Most Doses of Lilly, Regeneron’s COVID-19 Antibody Treatments Are Going Unused
Moncef Slaoui, chief scientific advisor to the US government’s Operation Warp Speed program, estimates that only 5% to 20% of the roughly 65,000 doses of COVID-19 antibody treatments shipped to states around the country every week end up going to patients. He suggested this was disappointing because these therapies, viewed as a potential “bridge” to avert serious coronavirus illness until vaccines become widely available, could cut hospitalizations by half if given early enough in the course of infection.
The FDA last month issued emergency-use authorizations for Eli Lilly’s neutralising antibody bamlanivimab to treat recently diagnosed, mild-to-moderate COVID-19 in patients at high risk of progressing to severe disease and/or hospitalization, as well as for Regeneron Pharmaceuticals’ dual antibody therapy REGN-COV2, which consists of casirivimab and imdevimab administered together to treat mild-to-moderate COVID-19 in adults and paediatric patients.
US states receive a set amount of antibody treatments each week based on the number of COVID-19 cases they are reporting at the time. Health and Human Services Secretary Alex Azar echoed Slaoui’s comments on the benefits of antibodies, saying they could “dramatically reduce the risk…of hospitalizations at a time when our hospitals are getting very crowded with people with COVID-19. If you have comorbidities…if you’re at risk [of] getting into the hospital, you better get on that product as soon as possible.”
Logistical hurdles
Slaoui attributed the surplus of unused doses to the challenges of administering the antibody drugs, which is done by intravenous infusion in a hospital or outpatient setting, within a few days of patients contracting COVID-19, before they might feel sick. States and healthcare organisations have to set up safe places for patients to receive the treatment. Moreover, if patients are not getting tested or do not obtain their test results within a short window after they fall ill, they cannot benefit from the drugs.
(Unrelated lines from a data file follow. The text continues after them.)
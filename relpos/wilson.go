package relpos

import "math"

// wilson returns the Wilson score interval (Wilson 1927) of the share x/n at the
// two-sided confidence level conf.
func wilson(x, n int64, conf float64) Interval {
	if n <= 0 {
		return Interval{0, 1}
	}
	z := normalQuantile(0.5 + conf/2)
	p := float64(x) / float64(n)
	nf := float64(n)
	z2 := z * z
	den := 1 + z2/nf
	center := (p + z2/(2*nf)) / den
	half := z / den * math.Sqrt(p*(1-p)/nf+z2/(4*nf*nf))
	return Interval{Low: max(0, center-half), High: min(1, center+half)}
}

// normalQuantile returns the standard normal quantile of p in (0, 1), by bisection on
// the normal distribution function (enough for confidence levels; exact to 1e-12).
func normalQuantile(p float64) float64 {
	lo, hi := -40.0, 40.0
	for range 200 {
		m := (lo + hi) / 2
		if 0.5*math.Erfc(-m/math.Sqrt2) < p {
			lo = m
		} else {
			hi = m
		}
	}
	return (lo + hi) / 2
}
Mr. Slaoui indicated that Operation Warp Speed may be able to help states work through those logistical hurdles, but at the moment they remain a barrier preventing patients from receiving treatment for COVID-19. He did not say whether the government will continue to ship the same quantity of the antibody drugs, or how many patients have been treated with them.
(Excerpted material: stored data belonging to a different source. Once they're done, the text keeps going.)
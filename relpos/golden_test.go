package relpos

import (
	"bytes"
	"flag"
	"os"
	"path/filepath"
	"testing"
)

var update = flag.Bool("update", false, "rewrite the golden files in testdata")

// golden compares got with testdata/name, or rewrites it under -update.
func golden(t *testing.T, name string, got []byte) {
	t.Helper()
	path := filepath.Join("testdata", name)
	if *update {
		if err := os.WriteFile(path, got, 0o644); err != nil {
			t.Fatal(err)
		}
	}
	want, err := os.ReadFile(path)
	if err != nil {
		t.Fatalf("%v (run go test -update to create it)", err)
	}
	if !bytes.Equal(got, want) {
		t.Errorf("%s differs from the golden file (go test -update rewrites it):\n%s", name, got)
	}
}

// TestReportGolden pins the text, CSV and JSON layouts of a report of two fixed
// windows with a budget, the joint table and the instrument breakdown.
func TestReportGolden(t *testing.T) {
	cfg := DefaultConfig()
	cfg.Distance = []SchemeSpec{{Scheme: TypeLinear, Width: 1, Clip: clipPtr(3)}}
	cfg.Time = []SchemeSpec{{Scheme: TypeEdges, Edges: []int64{-1000, -100, -10, 0, 1}}}
	cfg.Pitch = []SchemeSpec{{Scheme: TypeLinear, Width: 2, Clip: clipPtr(2)}}
	cfg.Budget, cfg.Joint = 5, true
	c, err := NewCounter(cfg)
	if err != nil {
		t.Fatal(err)
	}
	tally := c.NewTally()
	for _, w := range [][]struct {
		t     int32
		p, in int16
	}{
		{{0, 60, 0}, {0, 64, 0}, {0, -1, -1}, {120, 67, 0}, {120, 36, 128}, {480, -1, 0}, {480, 72, 0}},
		{{0, 38, 128}, {5, 42, 128}, {10, -1, -1}, {1500, 55, 40}},
	} {
		tokens := plainTokens(len(w))
		for i, x := range w {
			tokens[i].Time, tokens[i].Pitch, tokens[i].Inst = x.t, x.p, x.in
		}
		if err := c.Count(tally, tokens); err != nil {
			t.Fatal(err)
		}
	}
	rep := c.ReportDatasets(tally, map[string]*Tally{"demo": tally}, "ms")
	var text, csvOut bytes.Buffer
	if err := rep.WriteText(&text, TextOptions{Buckets: true}); err != nil {
		t.Fatal(err)
	}
	golden(t, "report.txt", text.Bytes())
	if err := rep.WriteCSV(&csvOut); err != nil {
		t.Fatal(err)
	}
	golden(t, "report.csv", csvOut.Bytes())
}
Ex-FDA chief calls for production scale-up
Meanwhile, in a recent op-ed in The Wall Street Journal, former FDA Commissioner Scott Gottlieb urged the federal government to “scale up production of antibody drugs to make as many doses as possible,” saying these could act as an “insurance policy” for COVID-19. Eli Lilly and Regeneron have teamed up with Amgen and Roche, respectively, to secure additional manufacturing capacity, which Gottlieb says will produce a combined supply of 6 million to 7 million doses next year. However, he believes “that isn’t enough,” and called on the US to help “backstop the risks to any manufacturer” by agreeing to buy and stockpile the treatments “at a price that makes it worthwhile… The government can freeze some of the active pharmaceutical ingredient and store it away as a hedge against another tough COVID winter next year.”
The US government spent $375 million on its first order of 300,000 vials of Eli Lilly’s drug, then another $812.5 million earlier this month for 650,000 more. The latter deal prompted the company this week to boost its revenue forecast for 2020. Meanwhile, Regeneron has a $450-million contract with the US for up to 300,000 doses of its antibody cocktail at no cost to patients.